Note that the continuous mutual information $I (X; Y)$ has the distinction of retaining its fundamental significance as a measure of discrete information since it is actually the limit of the discrete mutual information of partitions of X and Y as these partitions become finer and finer. Thus it is invariant under quite general transformations of X and Y, and still represents the amount of discrete information that can be transmitted over a channel that admits a continuous space of values.

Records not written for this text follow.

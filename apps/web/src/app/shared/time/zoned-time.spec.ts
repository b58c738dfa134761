import { formatZoned, monthKeyOf, shiftMonth, zonedMidnight, zonedMonthRange } from './zoned-time';

describe('zoned time', () => {
  // Central European Time is UTC+1, summer time UTC+2; summer time ends on the last Sunday of
  // October at 03:00 local (EU Directive 2000/84/EC, Art. 2–3), i.e. 2026-10-25.
  it('finds local midnight in winter and in summer time', () => {
    expect(zonedMidnight(2026, 11, 1, 'Europe/Berlin').toISOString()).toBe('2026-10-31T23:00:00.000Z');
    expect(zonedMidnight(2026, 10, 1, 'Europe/Berlin').toISOString()).toBe('2026-09-30T22:00:00.000Z');
  });

  it('gives the October that holds the DST change 745 hours', () => {
    const { from, to } = zonedMonthRange('2026-10', 'Europe/Berlin');
    expect((to.getTime() - from.getTime()) / 3_600_000).toBe(31 * 24 + 1);
  });

  it('puts an instant in the month of the site calendar, not of UTC', () => {
    expect(monthKeyOf('2026-10-31T23:30:00Z', 'Europe/Berlin')).toBe('2026-11');
    expect(monthKeyOf('2026-10-31T23:30:00Z', 'UTC')).toBe('2026-10');
    expect(monthKeyOf('2026-11-01T03:00:00Z', 'America/Chicago')).toBe('2026-10');
  });

  it('steps across a year boundary', () => {
    expect(shiftMonth('2026-12', 1)).toBe('2027-01');
    expect(shiftMonth('2026-01', -1)).toBe('2025-12');
  });

  it('shows the zone name beside the hour', () => {
    expect(formatZoned('2026-11-01T13:00:00Z', 'Europe/Berlin')).toMatch(/1 Nov 2026.*14:00.*(CET|GMT\+1)/);
    expect(formatZoned(null, 'UTC')).toBe('—');
  });
});
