describe('.xlsx reader, against exceljs’s own workbook loader', () => {
  it('reads every kind of cell (shared strings) as exceljs does', async () => {
    const rows = await expectSameAsReference(await bufferOf(casesWorkbook()));
    // The reference itself is checked on a few known values, so a wrong pair cannot agree unseen.
    const byRow = new Map(rows.rows);
    expect(rows.sheetName).toBe('Cases');
    expect(byRow.get(1)![1]).toBe('NOx <mg/Nm³> & "dry"');
    expect(byRow.get(1)![9]).toBe('CR\nLF'); // XML 1.0 §2.11: CR LF is read as LF
    expect(byRow.get(2)).toEqual([0, 1, -1.5, Math.PI, 1e-7, 1.5e21, 0.1 + 0.2, Number.MAX_SAFE_INTEGER, 2 ** 53 + 2, 5e-324, Number.MAX_VALUE, -123456.789]);
    expect(byRow.get(3)!.slice(0, 2)).toEqual([wall(2026, 12, 1, 0, 1), wall(2026, 12, 1, 12, 0, 30)]);
    expect(byRow.get(3)![5]).toBe(46357.25);
    expect(byRow.get(3)![7]).toBe(46357.25);
    expect(byRow.get(4)!.slice(0, 3)).toEqual([true, false, { error: '#N/A' }]);
    expect(byRow.get(5)).toEqual([2, 'Time stampx', true, { error: '#DIV/0!' }, wall(2026, 12, 2, 0, 1), null, 'a & <b>']);
    expect(byRow.get(9)!.length).toBe(16384);
    expect(byRow.get(9)![16383]).toBe('last column');
    expect(byRow.get(10)).toEqual(['Bold and plain', 'x']);
    expect(byRow.get(12)).toEqual([null, null, 2, 4, 6, 12]);
    expect(byRow.has(13)).toBe(false);
    expect(byRow.get(14)).toEqual([null, 5]);
  });

  it('reads the same workbook written without shared strings (str and inlineStr cells)', async () => {
    const bytes = await streamedWithoutSharedStrings(casesWorkbook());
    const zip = await JSZip.loadAsync(bytes);
    const sheetXml = await zip.file('xl/worksheets/sheet2.xml')!.async('string');
    expect(sheetXml).toContain('t="inlineStr"');
    expect(sheetXml).toContain('t="str"');
    const rows = await expectSameAsReference(bytes);
    expect(new Map(rows.rows).get(10)).toEqual(['Bold and plain', 'x']);
  });

  it('reads dates of a workbook in the 1904 date system', async () => {
    const rows = await expectSameAsReference(await bufferOf(casesWorkbook(true)));
    expect(new Map(rows.rows).get(3)!.slice(0, 2)).toEqual([wall(2026, 12, 1, 0, 1), wall(2026, 12, 1, 12, 0, 30)]);
  });

  it('reads a logger-style export from exceljs’s streaming writer (title, units row, date column style, gaps) as exceljs does', async () => {
    // The demo data's layout (demo-data.ts), two days of minutes: loading a whole month with
    // exceljs's non-streaming loader takes ~20 s here.
    const sink = new PassThrough();
    const chunks: Buffer[] = [];
    sink.on('data', (chunk: Buffer) => chunks.push(chunk));
    const ended = new Promise((resolve) => sink.on('end', resolve));
    const writer = new ExcelJS.stream.xlsx.WorkbookWriter({ stream: sink, useStyles: true, useSharedStrings: false });
    const sheet = writer.addWorksheet('Minute values');
    sheet.columns = [{ key: 't', width: 18, style: { numFmt: 'yyyy-mm-dd hh:mm' } }, { key: 'nox' }, { key: 'o2' }, { key: 'status' }];
    sheet.addRow(['Invented logger export — one-minute averages']).commit();
    sheet.addRow([]).commit();
    sheet.addRow(['Time stamp', 'NOx [mg/Nm³] dry', 'O₂ [%] dry', 'Status']).commit();
    sheet.addRow(['local time', 'mg/Nm³', '%', '']).commit();
    for (let minute = 1; minute <= 2 * 1440; minute++) {
      const fault = minute % 97 === 0;
      sheet.addRow([wall(2026, 12, 1, 0, minute), fault ? null : 60 + (minute % 13) * 0.7, fault ? null : 3 + (minute % 7) / 10, fault ? 'FAULT' : 'OK']).commit();
    }
    sheet.commit();
    await writer.commit();
    await ended;
    const rows = await expectSameAsReference(Buffer.concat(chunks));
    expect(rows.rows.length).toBe(4 + 2 * 1440 - 1); // the empty row has no cells
    expect(rows.rows[3]![1].slice(0, 3)).toEqual([wall(2026, 12, 1, 0, 1), 60.7, 3.1]);
  });

  it('agrees on random grids of numbers, text, dates, booleans, blanks, errors and formulas', async () => {
    // Text XML can carry: no C0 controls but tab/LF/CR, no U+FFFE/U+FFFF (W3C XML 1.0 §2.2).
    const text = fc.string({ unit: 'grapheme', maxLength: 12 }).filter((s) => !/[\x00-\x08\x0B\x0C\x0E-\x1F\uFFFE\uFFFF]/.test(s));
    const tricky = fc.constantFrom('a&b', '<x>', '&amp;', '"q"', "'", ' lead', 'trail ', '\r\n', '°C', '🔥', '&#65;', ']]>');
    const finite = fc.double({ noNaN: true, noDefaultInfinity: true });
    const date = fc.date({ min: wall(1900, 3, 1), max: wall(2100, 12, 31), noInvalidDate: true });
    const error = fc.constantFrom('#N/A', '#DIV/0!', '#VALUE!', '#REF!', '#NAME?', '#NUM!', '#NULL!').map((e) => ({ error: e }) as ExcelJS.CellErrorValue);
    const result = fc.oneof(finite, text, fc.boolean(), error, date);
    const cell = fc.oneof(
      fc.constant(null),
      finite,
      fc.integer({ min: -1e9, max: 1e9 }),
      text,
      tricky,
      date,
      fc.boolean(),
      error,
      fc.record({ formula: fc.constantFrom('A1+1', 'NOW()', 'B2&"x"'), result }, { requiredKeys: ['formula'] }),
    );
    const format = fc.constantFrom(undefined, '0.00', 'yyyy-mm-dd hh:mm', 'dd.mm.yyyy', '[h]:mm', '"on" dd');
    const grid = fc.array(fc.array(fc.tuple(cell, format), { maxLength: 6 }), { minLength: 1, maxLength: 6 });
    await fc.assert(
      fc.asyncProperty(grid, fc.boolean(), fc.boolean(), async (rows, sharedStrings, date1904) => {
        const workbook = new ExcelJS.Workbook();
        workbook.properties.date1904 = date1904;
        const ws = workbook.addWorksheet('Grid');
        rows.forEach((cells, r) =>
          cells.forEach(([value, numFmt], c) => {
            const target = ws.getCell(r + 1, c + 1);
            target.value = value as ExcelJS.CellValue;
            // exceljs's loader turns any formula result in a date-formatted cell into a Date, even
            // text, booleans and errors (an Invalid Date or a day of 1899); we keep those as they are,
            // so such pairs are not generated. Text cells are not formatted either.
            const result = value !== null && typeof value === 'object' && 'formula' in value ? value.result : undefined;
            const nonNumericResult = typeof result === 'string' || typeof result === 'boolean' || (typeof result === 'object' && result !== null && 'error' in result);
            if (numFmt && typeof value !== 'string' && !nonNumericResult) target.numFmt = numFmt;
          }),
        );
        const bytes = sharedStrings ? await bufferOf(workbook) : await streamedWithoutSharedStrings(workbook);
        const reference = await readReference(bytes);
        const ours = await readOurs(bytes);
        expect(comparable(ours)).toEqual(comparable(reference));
      }),
      { numRuns: Number(process.env.GRID_RUNS ?? 80) },
    );
  }, 120_000);
});

function sizeOf(path: string): number {
  try {
    return statSync(path).size;
  } catch {
    return -1; // removed meanwhile
  }
}

describe('.xlsx reader, temporary files', () => {
  it('leaves no copy of the uploaded sheet in the temp folder', async () => {
    // exceljs's streaming reader copied a sheet that comes before the shared strings to a temp
    // file (tmp-…) and kept it when its iteration stopped early; the zip is read from memory now,
    // and a sheet of a size no other file here has shows that no copy is left behind either way.
    const workbook = new ExcelJS.Workbook();
    const ws = workbook.addWorksheet('Data');
    ws.addRow(['Time stamp', 'NOx', `run ${process.pid}-${Date.now()}`]);
    for (let minute = 1; minute <= 500; minute++) ws.addRow([wall(2026, 12, 1, 0, minute), 60 + (minute % 17)]);
    const bytes = await bufferOf(workbook);
    const sheetBytes = (await (await JSZip.loadAsync(bytes)).file('xl/worksheets/sheet1.xml')!.async('nodebuffer')).length;
    const copies = (): string[] => readdirSync(tmpdir()).filter((name) => name.startsWith('tmp-') && sizeOf(join(tmpdir(), name)) === sheetBytes);
    const before = new Set(copies());
    const newCopies = (): string[] => copies().filter((name) => !before.has(name));
    const rows = await readOurs(bytes);
    expect(rows.rows.length).toBe(501);
    // exceljs removes the copy asynchronously.
    for (let waited = 0; waited < 2000 && newCopies().length > 0; waited += 50) await new Promise((resolve) => setTimeout(resolve, 50));
    expect(newCopies()).toEqual([]);
  });

  it('leaves no copy of a sheet it refuses', async () => {
    const xml = `<worksheet xmlns="${spreadsheetNs}"><sheetData><row r="1"><c r="A1"><v>1</v></c></row><row r="2"><c r="A2"><v>2&nbsp;</v></c></row>${'<row/>'.repeat(997 + (process.pid % 1000))}</sheetData></worksheet>`;
    const bytes = await workbookWithSheet(xml);
    const copies = (): string[] => readdirSync(tmpdir()).filter((name) => name.startsWith('tmp-') && sizeOf(join(tmpdir(), name)) === Buffer.byteLength(xml));
    const before = new Set(copies());
    const error = await readOurs(bytes).then(
      () => null,
      (thrown: unknown) => thrown,
    );
    expect(error).toBeInstanceOf(SheetXmlError);
    for (let waited = 0; waited < 2000 && copies().some((name) => !before.has(name)); waited += 50) await new Promise((resolve) => setTimeout(resolve, 50));
    expect(copies().filter((name) => !before.has(name))).toEqual([]);
  });
});

// ---- hand-written sheet parts ---------------------------------------------------------------------

const spreadsheetNs = 'http://schemas.openxmlformats.org/spreadsheetml/2006/main';
let dateStyle = '';
let numberStyle = '';
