/**
 * Benchmark: the data review of one stack for a month. Stores an invented month of 1-minute
 * readings for the eight channels of the demo stack (8 × 43,200 = 345,600 rows, inserted set-based
 * as a committed import leaves them), computes its hourly results as the import commit does (and
 * prints that time next to a plain aggregate query over the same rows, the baseline of this run),
 * then starts the API on a loopback port and sends a bounded number of review requests one after
 * the other, printing p50/p95/max latency (goal: p95 < 50 ms).
 *
 * Needs the database: `FL_PG_PORT=… bash infra/pg.sh start`, its URLs exported
 * (`eval "$(bash infra/pg.sh url | sed 's/^/export /')"`) and migrations applied. Leaves one
 * organisation named "Bench review …" behind.
 *
 * Run: node --conditions=source --import tsx test/bench/review.bench.ts [requests]
 */
import type { AddressInfo } from 'node:net';
import type { Knex } from 'knex';
import { createDemoStack } from '../../apps/api/src/modules/imports/import-fixtures';
import { CreateLimitBody } from '../../apps/api/src/modules/permits/limits.schemas';
import * as limits from '../../apps/api/src/modules/permits/limits.service';
import { recomputeForReadings } from '../../apps/api/src/modules/results/results.service';
import { asMember } from '../../apps/api/src/modules/sites/setup-fixtures';
import { asOwnerInTenant, createOrganisation } from '../../apps/api/src/test-support/fixtures';
import { createOwnerDb, createTestApp } from '../../apps/api/src/test-support/test-app';

const REQUESTS = Math.max(20, Math.min(2000, Number(process.argv[2] ?? 200)));
const WARM_UP = 10;
const MONTH_FROM = Date.UTC(2026, 9, 31, 23); // 2026-11-01 00:00 Europe/Berlin
const MONTH_TO = Date.UTC(2026, 10, 30, 23); // 2026-12-01 00:00 Europe/Berlin

if (!process.env.DATABASE_URL || !process.env.DATABASE_OWNER_URL) {
  console.log('review.bench: skipped — start the database and export DATABASE_URL and DATABASE_OWNER_URL (bash infra/pg.sh url)');
  process.exit(0);
}

/** Per-parameter level and amplitude of the invented signal (units of the demo channels). */
const SIGNAL: Record<string, [number, number]> = {
  NOx: [70, 15],
  CO: [20, 10],
  SO2: [5, 2],
  O2: [4, 0.8],
  H2O: [17, 1.5],
  flow: [52_000, 6_000],
  temperature: [140, 8],
  load: [38, 6],
};

async function storeMonth(owner: Knex, tenantId: string, userId: string, channelIds: Record<string, string>): Promise<number> {
  await owner.raw("select ensure_month_partition('readings', '2026-11-01')");
  let rows = 0;
  for (const [parameter, channelId] of Object.entries(channelIds)) {
    const [level, amplitude] = SIGNAL[parameter] ?? [1, 0];
    // A daily cycle plus a deterministic ripple; a calibration hour every day at 06:00 UTC.
    const result = await asOwnerInTenant(owner, tenantId, (trx) =>
      trx.raw(
        `insert into readings (tenant_id, channel_id, t, value, status, created_by)
         select ?, ?, g.t,
                ? + ? * sin(extract(epoch from g.t) / 13751.0) + ? * 0.1 * sin(extract(epoch from g.t) / 97.0),
                case when extract(hour from g.t at time zone 'UTC') = 6 and extract(minute from g.t) < 20 then 'calibration' else 'valid' end,
                ?
           from generate_series(?::timestamptz, ?::timestamptz - interval '1 minute', interval '1 minute') as g(t)`,
        [tenantId, channelId, level, amplitude, amplitude, userId, new Date(MONTH_FROM).toISOString(), new Date(MONTH_TO).toISOString()],
      ),
    );
    rows += result.rowCount ?? 0;
  }
  return rows;
}

function cookieHeader(jar: Map<string, string>): string {
  return [...jar].map(([k, v]) => `${k}=${v}`).join('; ');
}

function remember(jar: Map<string, string>, res: Response): void {
  for (const c of res.headers.getSetCookie()) {
    const [pair] = c.split(';');
    const at = pair!.indexOf('=');
    jar.set(pair!.slice(0, at).trim(), pair!.slice(at + 1));
  }
}

function percentile(sorted: readonly number[], p: number): number {
  return sorted[Math.min(sorted.length - 1, Math.ceil((p / 100) * sorted.length) - 1)]!;
}

async function main(): Promise<void> {
  const t = createTestApp();
  const owner = createOwnerDb();
  try {
    const org = await createOrganisation(owner, { name: `Bench review ${new Date().toISOString()}` });
    const stack = await createDemoStack(t.db, org, 'Bench Works');
    await asMember(t.db, org, 'officer', async (ctx) => {
      const permitId = (await ctx.db('permits').where({ tenant_id: org.id }).first('id')).id as string;
      for (const body of [
        { stackId: stack.stackId, pollutant: 'NOx', elv: 100, unit: 'mg/Nm3', referenceO2Percent: 3, period: 'month', confidenceIntervalPercent: 20 },
        { stackId: stack.stackId, pollutant: 'NOx', elv: 100, unit: 'mg/Nm3', referenceO2Percent: 3, period: 'hour', criterion: { type: 'share_of_periods', factor: 2, share: 0.95 }, confidenceIntervalPercent: 20 },
        { stackId: stack.stackId, pollutant: 'CO', elv: 100, unit: 'mg/Nm3', referenceO2Percent: 3, period: 'day', criterion: { type: 'every_period', factor: 1.1 }, confidenceIntervalPercent: 10 },
        { stackId: stack.stackId, pollutant: 'SO2', elv: 35, unit: 'mg/Nm3', referenceO2Percent: 3, period: 'rolling_days', periodLength: 30 },
        { stackId: stack.stackId, pollutant: 'NOx', elv: 40, unit: 'kg/h', period: 'day' },
      ]) {
        await limits.createLimit(ctx, permitId, CreateLimitBody.parse(body));
      }
    });

    let started = performance.now();
    const rows = await storeMonth(owner, org.id, org.users.officer.id, stack.channelIds);
    console.log(`stored ${rows.toLocaleString('en')} readings (8 channels, one month of 1-minute data) in ${(performance.now() - started).toFixed(0)} ms`);

    started = performance.now();
    await asMember(t.db, org, 'officer', (ctx) =>
      recomputeForReadings(ctx, { channelIds: Object.values(stack.channelIds), from: new Date(MONTH_FROM), to: new Date(MONTH_TO) }),
    );
    const recomputeMs = performance.now() - started;
    started = performance.now();
    await asMember(t.db, org, 'officer', (ctx) =>
      ctx.db.raw(
        `select channel_id, date_trunc('hour', t) as h, avg(value) filter (where status = 'valid'), count(*)
           from readings where tenant_id = ? and t >= ? and t < ? and superseded_at is null group by 1, 2`,
        [org.id, new Date(MONTH_FROM).toISOString(), new Date(MONTH_TO).toISOString()],
      ),
    );
    const baselineMs = performance.now() - started;
    console.log(
      `hourly results (8 channels, 6 limits, 720 h) computed in ${recomputeMs.toFixed(0)} ms; ` +
        `plain SQL hourly aggregate of the same rows ${baselineMs.toFixed(0)} ms (ratio ${(recomputeMs / baselineMs).toFixed(2)}×)`,
    );

    const server = t.app.listen(0, '127.0.0.1');
    await new Promise<void>((resolve) => server.once('listening', () => resolve()));
    const base = `http://127.0.0.1:${(server.address() as AddressInfo).port}`;
    try {
      const jar = new Map<string, string>();
      remember(jar, await fetch(`${base}/api/auth/csrf`));
      const login = await fetch(`${base}/api/auth/login`, {
        method: 'POST',
        headers: { 'content-type': 'application/json', cookie: cookieHeader(jar), 'x-xsrf-token': decodeURIComponent(jar.get('XSRF-TOKEN') ?? '') },
        body: JSON.stringify({ email: org.users.officer.email, password: org.users.officer.password }),
      });
      if (login.status !== 200) throw new Error(`sign-in failed: ${login.status} ${await login.text()}`);
      remember(jar, login);

      const url = `${base}/api/stacks/${stack.stackId}/review?from=2026-11-01&to=2026-12-01`;
      const latencies: number[] = [];
      let bytes = 0;
      for (let i = 0; i < WARM_UP + REQUESTS; i++) {
        const t0 = performance.now();
        const res = await fetch(url, { headers: { cookie: cookieHeader(jar) } });
        const body = await res.text();
        const ms = performance.now() - t0;
        if (res.status !== 200) throw new Error(`review answered ${res.status}: ${body.slice(0, 300)}`);
        if (i >= WARM_UP) latencies.push(ms);
        bytes = body.length;
      }
      latencies.sort((a, b) => a - b);
      const p95 = percentile(latencies, 95);
      console.log(
        `GET review (one stack, one month, ${(bytes / 1024).toFixed(0)} KiB) × ${REQUESTS}: ` +
          `p50 ${percentile(latencies, 50).toFixed(1)} ms, p95 ${p95.toFixed(1)} ms, max ${latencies[latencies.length - 1]!.toFixed(1)} ms ` +
          `(goal p95 < 50 ms: ${p95 < 50 ? 'met' : 'NOT met'})`,
      );
    } finally {
      await new Promise<void>((resolve) => server.close(() => resolve()));
    }
  } finally {
    await t.close();
    await owner.destroy();
  }
}

main().catch((error: unknown) => {
  console.error(error);
  process.exit(1);
});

[edit] Properties of differential entropy

For two densities f and g, $D(f||g) \geq 0$ with equality if $f = g$ almost everywhere. Similarly, for two random variables X and Y, $I(X;Y) \geq 0$ and $h(X|Y) \leq h(X)$ with equality if and only if X and Y are independent.
The chain rule for differential entropy holds as in the discrete case

$h(X_1, \ldots, X_n) = \sum_{i=1}^{n} h(X_i|X_1, \ldots, X_i-1) \leq \sum h(X_i)$ .

Differential entropy is translation invariant, ie, $h (X + c) = h (X)$ for a constant c.
Differential entropy is in general not invariant under arbitrary invertible maps. In particular, for a constant a, $h(aX) = h(X) + \log \left| a \right|$ . For a vector valued random variable X and a matrix A, $h(A\mathbf{X}) = h(\mathbf{X}) + \log(\det A)$ .
If a random vector $\mathbf{X} \in \mathbb{R}^{n}$ has mean zero and covariance matrix K, $h(\mathbf{X}) \leq \frac{1}{2} \log[(2\pi e)^n \det{K}]$ with equality if and only if X is jointly gaussian.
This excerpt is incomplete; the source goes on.